# P99 Special Operations DVD



## jenglish (Dec 29, 2006)

Does anyone know where I can obtain a copy of the P99 Special Operations DVD? Or if you have a copy, is it worth searching for?

I found this mini trailer for the DVD on youtube:


----------



## Mdnitedrftr (Aug 10, 2006)

Thats awesome! Im gonna look for it.


----------



## Mdnitedrftr (Aug 10, 2006)

They ship worldwide
http://cgi.ebay.co.uk/Carl-Walther-...033044953QQihZ010QQcategoryZ383QQcmdZViewItem

If you can read German, lol
http://www.afterbuy.de/Afterbuy/sho...t/produkt.aspx?shopid=40202&produktid=2559161


----------



## Shipwreck (Jan 26, 2006)

That's kinda kewl. I've seen it mentioned many, many times on the Walther Forum, and I knew about the german site. Never got to see part of the video before...


----------



## jenglish (Dec 29, 2006)

I heard there was such a DVD, but according to Smith and Wesson, they never hear of it. They refered me to Walther Germany, but have not heard back from them. I want to acquire a copy to show my boss that the P99 can run along side the Glock in every way. He is looking to have all his employees carry one universal pistol. Right now each team has their own "official" pistol, that they prefer. So far the boss is considering the P99 or Glock. My team all carry the P99 AS in 9mm, either the classic design or the new design. Just that little trailer on youtube, really caught his attention.


----------



## Shipwreck (Jan 26, 2006)

Well, looks like that Ebay auction is over, but I've seen the DVD forsale on Ebay before. Keep checking there I suppose...


----------



## jenglish (Dec 29, 2006)

I was hoping to get one from S&W, but like I said, they never heard of it. Either way, if my boss goes with the P99, that will be twenty new P99's in the field.

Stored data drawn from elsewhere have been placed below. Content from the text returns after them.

import type { TrackSet } from "@/core/strips/track-set";

export interface ToyTrack {
  day?: number;
  movement?: number;
  delayS?: number;
  enterS?: number;
  /** (seconds, metres to the stop line) pairs. */
  points: [number, number][];
}

export function setOf(tracks: ToyTrack[]): TrackSet {
  const points = tracks.flatMap((track) => track.points);
  const offset = new Uint32Array(tracks.length + 1);
  tracks.forEach((track, i) => (offset[i + 1] = offset[i] + track.points.length));
  return {
    tracks: tracks.length,
    day: Int32Array.from(tracks, (track) => track.day ?? 0),
    enterS: Float32Array.from(tracks, (track) => track.enterS ?? track.points[0]?.[0] ?? 0),
    movement: Uint32Array.from(tracks, (track) => track.movement ?? 1),
    delayS: Float32Array.from(tracks, (track) => track.delayS ?? 0),
    offset,
    tS: Float32Array.from(points, (point) => point[0]),
    sM: Float32Array.from(points, (point) => point[1]),
  };
}

export const sum = (values: ArrayLike<number>): number => Array.from(values).reduce((total, value) => total + value, 0);
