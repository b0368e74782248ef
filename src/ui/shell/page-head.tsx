import type { ReactNode } from "react";

/** Head of a page: where one is (crumbs), what it is (title), what is shown (the sentence). */
export function PageHead({ title, above, children }: { title: ReactNode; above?: ReactNode; children?: ReactNode }) {
  return (
    <div className="border-b border-rule bg-paper px-4 py-4 sm:px-6">
      {above ? <p className="text-[0.95rem] text-ink-soft">{above}</p> : null}
      <h1 className="text-2xl sm:text-[1.7rem]">{title}</h1>
      {children}
    </div>
  );
}
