import { describe, expect, it } from "vitest";
import { cellAt, cellCentre, createStrip, specOfWindow, speedsOf } from "@/core/strips/strip";

const spec = { startS: 100, cellS: 10, columns: 4, bottomM: -20, cellM: 10, rows: 5, waveMs: Infinity };

describe("strip", () => {
  it("numbers cells by row, then column, from the lowest distance", () => {
    expect(cellAt(spec, 100, -20)).toBe(0);
    expect(cellAt(spec, 119.9, -0.1)).toBe(1 * 4 + 1);
    expect(cellCentre(spec, 5)).toEqual({ tS: 115, sM: -5 });
  });

  it("has no cell beyond its edges, nor for NaN", () => {
    expect([cellAt(spec, 140, 0), cellAt(spec, 99.9, 0), cellAt(spec, 100, 30), cellAt(spec, NaN, 0)]).toEqual([-1, -1, -1, -1]);
  });

  it("leans cells so that a row farther back comes later", () => {
    const leaning = { ...spec, waveMs: 2 };
    expect(cellAt(leaning, 100 + 12.5, 25)).toBe(4 * 4);
    expect(cellCentre(leaning, 4 * 4)).toEqual({ tS: 105 + 12.5, sM: 25 });
  });

  it("covers a window without a cell across the stop line", () => {
    const covering = specOfWindow({ fromS: 3600, toS: 7200, bottomM: -25, topM: 304 }, 120, 10, 4);
    expect(covering).toMatchObject({ bottomM: -30, rows: 34, startS: 3600 - 120, columns: 1 + 30 + 1 });
    for (const [t, s] of [[3600, 303.9], [3600, -25], [7199, 303.9], [7199, -25]]) expect(cellAt(covering, t, s)).toBeGreaterThanOrEqual(0);
  });

  it("says NaN where nobody was seen", () => {
    expect(speedsOf(createStrip({ ...spec, columns: 1, rows: 1 }))[0]).toBeNaN();
  });

  it("refuses sizes that make no grid", () => {
    expect(() => createStrip({ ...spec, cellS: 0 })).toThrow(RangeError);
    expect(() => createStrip({ ...spec, rows: 1.5 })).toThrow(RangeError);
    expect(() => createStrip({ ...spec, waveMs: -4 })).toThrow(RangeError);
  });
});
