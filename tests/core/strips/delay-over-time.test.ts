import { describe, expect, it } from "vitest";
import { scoreProfile } from "@/core/scores/score-profile";
import { delayOverTime } from "@/core/strips/delay-over-time";
import { crossingTimes } from "@/core/strips/track-crossings";
import { daysByJunction, screenDay } from "../scores/small-city";
import { setOf, type ToyTrack } from "./support";

const passing = (day: number, crossS: number, delayS: number): ToyTrack => ({
  day,
  delayS,
  points: [[crossS - 31.5, 300], [crossS, -15], [crossS + 4.5, -60]],
});

describe("crossing times", () => {
  it("finds the moment on the virtual line between two points", () => {
    // From 85 to -115 m in 20 s: -15 m after half of it.
    expect([...crossingTimes(setOf([{ points: [[90, 250], [100, 85], [120, -115]] }]))]).toEqual([110]);
  });

  it("takes the last point of a track that ends before the line, and NaN of no track", () => {
    expect([...crossingTimes(setOf([{ points: [[0, 100], [9, 4]] }, { points: [] }]))]).toEqual([9, NaN]);
  });
});

describe("delay over time", () => {
  it("averages the vehicles of each step and leaves out those not included", () => {
    const set = setOf([passing(1, 3610, 10), passing(1, 3650, 30), passing(2, 3660, 80), passing(2, 4600, 12)]);
    const delay = delayOverTime(set, crossingTimes(set), 3600, 5400, 900, Uint8Array.of(1, 1, 0, 1));
    expect([...delay.vehicles]).toEqual([2, 1]);
    expect([...delay.meanS]).toEqual([20, 12]);
    expect(delay.lowS[0]).toBeLessThan(20);
  });

  it("gives the figures of the day profile in quarters of an hour", () => {
    const delays = [[12, 40, 3], [55, 9, 21], [30, 31, 18]];
    const set = setOf(delays.flatMap((ofDay, day) => ofDay.map((delay, k) => passing(day + 1, 8 * 3600 + 50 + 200 * k, delay))));
    const days = delays.map((ofDay, day) => screenDay(day + 1, ofDay.map((delayS) => ({ movement: 1, delayS }))));
    const catalogue = { movements: [{ key: 1, leg: 2, junction: 3, turn: "through" as const }], legs: [{ key: 2, junction: 3, storageM: 200 }] };
    const stored = scoreProfile(daysByJunction(days, catalogue), { movements: [1], legs: [] })[32].delay;
    const read = delayOverTime(set, crossingTimes(set), 8 * 3600, 8 * 3600 + 900, 900);
    expect(read.meanS[0]).toBeCloseTo(stored.value, 6);
    expect(read.lowS[0]).toBeCloseTo(stored.low, 6);
    expect(read.highS[0]).toBeCloseTo(stored.high, 6);
  });
});
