import type { Metadata } from "next";
import { pageContext } from "@/server/page";
import { listKeptMail } from "@/services/mail/list-kept-mail";
import { getSettings } from "@/services/settings/get-settings";
import { KeptMailList } from "@/ui/admin/kept-mail-list";
import { Empty } from "@/ui/primitives/states";
import { LOCALE } from "@/ui/shell/locale";
import { PageHead } from "@/ui/shell/page-head";

export const metadata: Metadata = { title: "Kept mail" };

export default async function KeptMailPage() {
  const ctx = await pageContext("mail.view");
  const [mails, { timeZone }] = await Promise.all([listKeptMail(ctx), getSettings(ctx)]);
  return (
    <>
      <PageHead title="Kept mail">
        {mails ? <p className="mt-1 text-ink-soft">No mail server is named, so mail is kept here instead of going out. Newest first.</p> : null}
      </PageHead>
      {mails === null ? (
        <Empty title="Mail goes out by the mail server.">
          <p>None is kept here.</p>
        </Empty>
      ) : mails.length === 0 ? (
        <Empty title="No mail yet.">
          <p>Invitations, password links and reports on uploads will stand here.</p>
        </Empty>
      ) : (
        <div className="px-4 py-6 sm:px-6">
          <KeptMailList mails={mails} locale={LOCALE} timeZone={timeZone} />
        </div>
      )}
    </>
  );
}
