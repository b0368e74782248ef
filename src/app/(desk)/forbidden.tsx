import { NoPermission } from "@/ui/primitives/states";

export default function DeskForbidden() {
  return (
    <>
      <h1 className="sr-only">No permission</h1>
      <NoPermission />
    </>
  );
}
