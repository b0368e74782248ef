import { route } from "@/server/route";
import { getPingCloud } from "@/services/legs/get-ping-cloud";

export const GET = route<{ junctionId: string }>((ctx, params) => getPingCloud(ctx, params));
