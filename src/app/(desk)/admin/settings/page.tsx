import type { Metadata } from "next";
import { pageContext } from "@/server/page";
import { getSettings } from "@/services/settings/get-settings";
import { SettingsForm } from "@/ui/admin/settings-form";
import { PageHead } from "@/ui/shell/page-head";
import { saveSettingsAction } from "../actions";

export const metadata: Metadata = { title: "Settings" };

export default async function SettingsPage() {
  const settings = await getSettings(await pageContext("setting.manage"));
  return (
    <>
      <PageHead title="Settings" />
      <div className="px-4 py-6 sm:px-6">
        <SettingsForm settings={settings} timeZones={Intl.supportedValuesOf("timeZone")} save={saveSettingsAction} />
      </div>
    </>
  );
}
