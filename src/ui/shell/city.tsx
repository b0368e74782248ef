"use client";

import { createContext, useContext, type ReactNode } from "react";
import { can, type Permission, type Role } from "@/domain/actor";
import type { CitySettings } from "@/domain/settings";

/** What every page of a session reads in the same way: the city's settings and the person's role. */
export interface City {
  settings: CitySettings;
  locale: string;
  role: Role;
}

const CityContext = createContext<City | null>(null);

export function CityProvider({ city, children }: { city: City; children: ReactNode }) {
  return <CityContext value={city}>{children}</CityContext>;
}

export function useCity(): City {
  const city = useContext(CityContext);
  if (!city) throw new Error("useCity stands outside the pages of a signed-in person.");
  return city;
}

/** For showing or hiding what the server would refuse anyway. */
export function useCan(permission: Permission): boolean {
  const { role } = useCity();
  return can({ type: "user", userId: "", name: "", email: "", role }, permission);
}
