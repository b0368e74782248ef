import { describe, expect, it } from "vitest";
import { kernelOf, queuedShare, smoothedSpeedAt, smoothSpeeds, type Sample, type SmoothingKernel } from "@/core/strips/smooth";
import { cellCentre, createStrip, type Strip } from "@/core/strips/strip";

/** A point speed as totals: one second, v metres. The papers' x grows with the travel, s = -x. */
const pointSpeed = (x: number, t: number, v: number): Sample => ({ tS: t, sM: -x, distanceM: v, timeS: 1 });

describe("adaptive smoothing method (Treiber and Helbing 2002)", () => {
  const motorway: SmoothingKernel = { sigmaM: 0.6, tauS: 1.1, freeMs: 80 / 60, waveMs: 15 / 60, thresholdMs: 60, widthMs: 20 };
  const street: SmoothingKernel = { sigmaM: 20, tauS: 6, freeMs: 12.5, waveMs: 5, thresholdMs: 6, widthMs: 2.5 };

  it("weighs the queued view half at the threshold, 0.982 at 20 and 0.018 at 100 km/h", () => {
    // W = 1/2 [1 + tanh((60 - V) / 20)], by hand.
    expect(queuedShare(60, 90, motorway)).toBe(0.5);
    expect(queuedShare(20, 90, motorway)).toBeCloseTo(0.982014, 6);
    expect(queuedShare(100, 120, motorway)).toBeCloseTo(0.017986, 6);
  });

  it("gives 30.685 km/h between three motorway detectors", () => {
    // V_free 44.604814, V_cong 29.992280, W 0.952609, worked from the published formulas.
    const samples = [pointSpeed(0, 0, 90), pointSpeed(1, 2, 30), pointSpeed(2, 0, 20)];
    expect(smoothedSpeedAt(samples, 1, -1, motorway)).toBeCloseTo(30.684783, 5);
  });

  it("gives 1.701 m/s on a street, a standing vehicle among the samples", () => {
    // V_free 2.292639, V_cong 1.682675, W 0.969346.
    const samples = [pointSpeed(0, 0, 12), pointSpeed(20, 4, 1), pointSpeed(40, 8, 0)];
    expect(smoothedSpeedAt(samples, 6, -20, street)).toBeCloseTo(1.701373, 6);
  });
});

describe("smoothing a strip", () => {
  const spec = { startS: 0, cellS: 10, columns: 9, bottomM: -20, cellM: 10, rows: 10, waveMs: 4 };
  const kernel: SmoothingKernel = { sigmaM: 15, tauS: 12, freeMs: 12, waveMs: 4, thresholdMs: 5, widthMs: 2 };
  const fill = (strip: Strip, cell: number, speedMs: number, timeS = 2) => {
    strip.timeS[cell] = timeS;
    strip.distanceM[cell] = speedMs * timeS;
  };

  it("agrees with the method written out sample by sample", () => {
    const strip = createStrip(spec);
    // Upstream rows only, so that the stop line plays no part.
    for (let cell = 2 * 9; cell < 90; cell++) fill(strip, cell, (cell * 7) % 13, 1 + (cell % 3));
    const row = 5;
    const cell = row * 9 + 4;
    const { tS, sM } = cellCentre(spec, cell);
    const samples = Array.from(strip.timeS, (timeS, i) => ({ ...cellCentre(spec, i), distanceM: strip.distanceM[i], timeS }));
    const view = (slowness: number) => samples.filter((s) => Math.abs(s.sM - sM) <= 45 && Math.abs(s.tS - tS + (s.sM - sM) * slowness) <= 36.0001);
    const free = smoothedSpeedAt(view(1 / 12), tS, sM, { ...kernel, thresholdMs: -1e9 });
    const queued = smoothedSpeedAt(view(-1 / 4), tS, sM, { ...kernel, thresholdMs: 1e9 });
    const share = queuedShare(free, queued, kernel);
    expect(smoothSpeeds(strip, kernel)[cell]).toBeCloseTo(share * queued + (1 - share) * free, 5);
  });

  it("keeps one speed everywhere as it is", () => {
    const strip = createStrip(spec);
    for (let cell = 0; cell < 90; cell++) fill(strip, cell, 7, 1 + (cell % 5));
    for (const speed of smoothSpeeds(strip, kernel)) expect(speed).toBeCloseTo(7, 5);
  });

  it("invents nothing where no trajectory is near", () => {
    const strip = createStrip(spec);
    fill(strip, 6 * 9 + 4, 3);
    const smooth = smoothSpeeds(strip, kernel);
    const filled = Array.from(smooth, (speed, cell) => (Number.isNaN(speed) ? -1 : cell)).filter((cell) => cell >= 0);
    const block = [5, 6, 7].flatMap((row) => [3, 4, 5].map((column) => row * 9 + column));
    expect(filled).toEqual(block);
    for (const cell of filled) expect(smooth[cell]).toBeCloseTo(3, 5);
  });

  it("carries nothing across the stop line", () => {
    const strip = createStrip(spec);
    for (let column = 0; column < 9; column++) {
      fill(strip, 9 + column, 12);
      fill(strip, 18 + column, 0);
    }
    const smooth = smoothSpeeds(strip, kernel);
    expect(smooth[9 + 4]).toBeCloseTo(12, 5);
    expect(smooth[18 + 4]).toBeCloseTo(0, 5);
  });

  it("takes its scales from the cells", () => {
    expect(kernelOf({ ...spec, cellS: 120, cellM: 50 }, 10, 4)).toEqual({ sigmaM: 25, tauS: 60, freeMs: 10, waveMs: 4, thresholdMs: 4.5, widthMs: 2 });
  });
});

Oh ya.


----------



## uncut (May 6, 2006)

The DVD's were handed out at SHOT show last year I have been told.....
it is for sure a interesting DVD yet cheesy at times.....
It will show all the torture tests the P99 goes through (just like H&K videos)
like shooting it with a solid ice block around the slide... under water.. drop tests.... pulled out of sand.....
it has been listed on ebay many times.. but I bet at this time your best bet is to buy it from Walther.... or look for CiroCom on the net.. they produced the DVD
here is a link to the DVD
http://www.carl-walther.info/dev2/i...g=DE&content=products&hid=7&uid=6&product=259
http://www.carl-walther.info/dev2/i...g=DE&content=products&hid=7&uid=6&product=599
look around since there is a PAL and a NTSC version... and it might not work on every DVD player....


----------



## jenglish (Dec 29, 2006)

I got an email back from Walther Germany, and they are airmailing my a copy FREE! I LOVE WALTHER!


----------



## Shipwreck (Jan 26, 2006)

jenglish said:


> I got an email back from Walther Germany, and they are airmailing my a copy FREE! I LOVE WALTHER!


Wow, good deal


----------